**THE DATA**.

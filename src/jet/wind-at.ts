// The wind of a profile at a height between its levels.

import { eastward, northward } from '../air/index.ts';
import { gatherWind, windColumn, type Profile } from '../profile/index.ts';
import { between } from './column.ts';

/** Eastward and northward, m/s; NaN where not known. */
export interface WindVector {
  readonly u: number;
  readonly v: number;
}

const UNKNOWN: WindVector = { u: NaN, v: NaN };
const wind = windColumn();

/** Levels further apart than this, m, or than half the height, say nothing of what lies between. Our own choice. */
const WIDEST_GAP = 150;

/**
 * The wind at each height, components linear in height between the usable levels around it.
 * @param heights m above ground
 * @returns NaN outside the levels, across a wide gap and where a level has no direction
 */
export function windAtHeights(profile: Profile, heights: readonly number[]): WindVector[] {
  gatherWind(profile, wind);
  return heights.map(windAt);
}

function windAt(height: number): WindVector {
  const { count, heightAgl } = wind;
  let upper = 0;
  while (upper < count && heightAgl[upper]! < height) upper++;
  if (upper === count) return UNKNOWN;
  if (heightAgl[upper] === height) return vector(upper);
  if (upper === 0) return UNKNOWN;
  const lower = upper - 1;
  const gap = heightAgl[upper]! - heightAgl[lower]!;
  if (gap > Math.max(WIDEST_GAP, height / 2)) return UNKNOWN;
  const share = (height - heightAgl[lower]!) / gap;
  const below = vector(lower);
  const above = vector(upper);
  return { u: between(below.u, above.u, share), v: between(below.v, above.v, share) };
}

function vector(level: number): WindVector {
  const speed = wind.speed[level]!;
  const direction = wind.direction[level]!;
  return { u: eastward(speed, direction), v: northward(speed, direction) };
}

**PROBLEM REQUIREMENTS**. Please say how many lines in the records above contain the word "heights", and give only that number.

**SOLUTION TO THE EXERCISE**. 3